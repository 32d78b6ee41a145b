"""A folder of reports: what each file is called, and the page that lists them."""

from __future__ import annotations

import os
from collections.abc import Sequence
from pathlib import PurePath
from urllib.parse import quote

from msgspec import Struct

from tauledger.record import Review
from tauledger.report.headline import headline, key_figures
from tauledger.report.html import style, template

INDEX = "index.html"


class Entry(Struct, frozen=True):
    """One netlist of the folder: its path as typed, the file of its report, and its review or why there is none."""

    path: str
    file: str
    review: Review | None
    failure: str = ""


class Listed(Struct, frozen=True):
    """One row of the page."""

    path: str
    link: str
    title: str
    headline: str
    figures: tuple[tuple[str, str, str], ...]
    failure: str


def file_names(paths: Sequence[str]) -> tuple[str, ...]:
    """Name each report after its netlist; a second one of the same name is counted: preamp.html, preamp-2.html."""
    taken = {INDEX}
    names = []
    for path in paths:
        stem = PurePath(path).stem or "netlist"
        name, count = f"{stem}.html", 1
        while name.casefold() in taken:
            count += 1
            name = f"{stem}-{count}.html"
        taken.add(name.casefold())
        names.append(name)
    return tuple(names)


def to_index(entries: Sequence[Entry]) -> bytes:
    """Give the page that lists the reports, in UTF-8."""
    return (
        template("index.html.j2")
        .render(entries=tuple(map(_listed, entries)), style=style())
        .encode(errors="backslashreplace")
    )


def _link(file: str) -> str:
    """Write a file name for a link, whatever bytes it holds."""
    return quote(os.fsencode(file))


def _listed(entry: Entry) -> Listed:
    if entry.review is None:
        return Listed(entry.path, _link(entry.file), "", "", (), entry.failure)
    figures = tuple((figure.label, figure.value, figure.beside) for figure in key_figures(entry.review))
    title = entry.review.netlist.title or "(no title)"
    return Listed(entry.path, _link(entry.file), title, headline(entry.review), figures, "")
= = = =
**What needs to be done:**
Find the word "template" in the listing and copy each line that contains it.

**Output of the exercise:**
from tauledger.report.html import style, template
        template("index.html.j2")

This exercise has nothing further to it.